Better birth control

Better birth control

Study provides new hope for an effective birth control patch

By Matt Galnor

Andrew M. Kaunitz, M.D.

A newer version of a contraceptive patch has tested as safe and as effective as traditional birth control pills in a nationwide study led by a UF College of Medicine-Jacksonville professor.

About 1,500 women have been involved in the study led by Andrew M. Kaunitz, M.D., a professor and associate chair of obstetrics and gynecology. Kaunitz presented the findings in May at the annual meeting of the American College of Obstetricians and Gynecologists in San Diego.

The patch could receive Food and Drug Administration approval by the end of the year, which could put it on the market in another year, Kaunitz said.

More than 90 health centers across the nation are involved in a clinical trial for what Kaunitz refers to as a “second generation” birth control patch. A first version of the patch was released in 2002 and was met with great demand among women. Problems arose when it was discovered that the estrogen dosage was high and appeared to lead to a higher risk of blood clots, pulmonary embolism and other serious health problems than noted with oral contraceptives.

Yet the concept is still attractive to many women for the same reasons the initial patch was so popular, Kaunitz said.

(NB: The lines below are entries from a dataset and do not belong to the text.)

import { useMutation, useQueryClient } from '@tanstack/react-query';
import type { z } from 'zod';
import type { SessionDetail } from '../../../../shared/api/responses';
import { loadPresetBody } from '../../../../shared/api/schemas';
import { apiRequest } from '../../../lib/api-client';
import { getSessionQueryOptions } from '../../../lib/queries/get-session';

export const loadPresetIntoSessionInputSchema = loadPresetBody;
export type LoadPresetIntoSessionInput = z.input<typeof loadPresetBody>;

/** Replaces the session's patch with a copy of the preset's; people in the session see it at once. */
export async function loadPresetIntoSession(sessionId: string, input: LoadPresetIntoSessionInput): Promise<SessionDetail> {
  return (await apiRequest<{ session: SessionDetail }>(`/sessions/${sessionId}/load-preset`, { method: 'POST', body: input })).session;
}

export function useLoadPresetIntoSession(studioId: string) {
  const queryClient = useQueryClient();
  return useMutation({
    mutationFn: ({ sessionId, input }: { sessionId: string; input: LoadPresetIntoSessionInput }) => loadPresetIntoSession(sessionId, input),
    onSuccess: (session) => {
      queryClient.setQueryData(getSessionQueryOptions(session.id).queryKey, session);
      return queryClient.invalidateQueries({ queryKey: ['studios', studioId, 'sessions'] });
    },
  });
}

“There are a lot of women who would rather not have to worry about birth control every day with a pill,” Kaunitz said.

The patch in this new trial, AG200-15 developed by Agile Therapeutics, has about half of the estrogen dosage as the original patch. In the study, which was also funded by Agile Therapeutics, women were monitored for 13 menstrual cycles. The majority, 1,128 women, were given the patch for the duration, while the remaining 375 received an oral contraceptive for six cycles before switching to the patch.

Blood draws were taken three times during the study, along with physical and pelvic examinations at the start of the trial, at the midway point and two weeks after the last patch was removed.

The patch is most commonly applied to the abdomen or buttocks and needs to be replaced weekly. A small percentage of women reported skin irritation, but 80 percent said they did not have any problems. When doctors or nurses observed the patches during office visits, more than 99 percent of the patches adhered well to the participants’ skin and less than 3 percent of women reported adhesion issues in their patient journals.

Nine of the women in the study were UF College of Medicine-Jacksonville participants, and none had any serious complications, Kaunitz said.

The trial also found that, contrary to previous thinking, the patch worked just as well with women who were overweight or obese, which Kaunitz said was a pleasant surprise.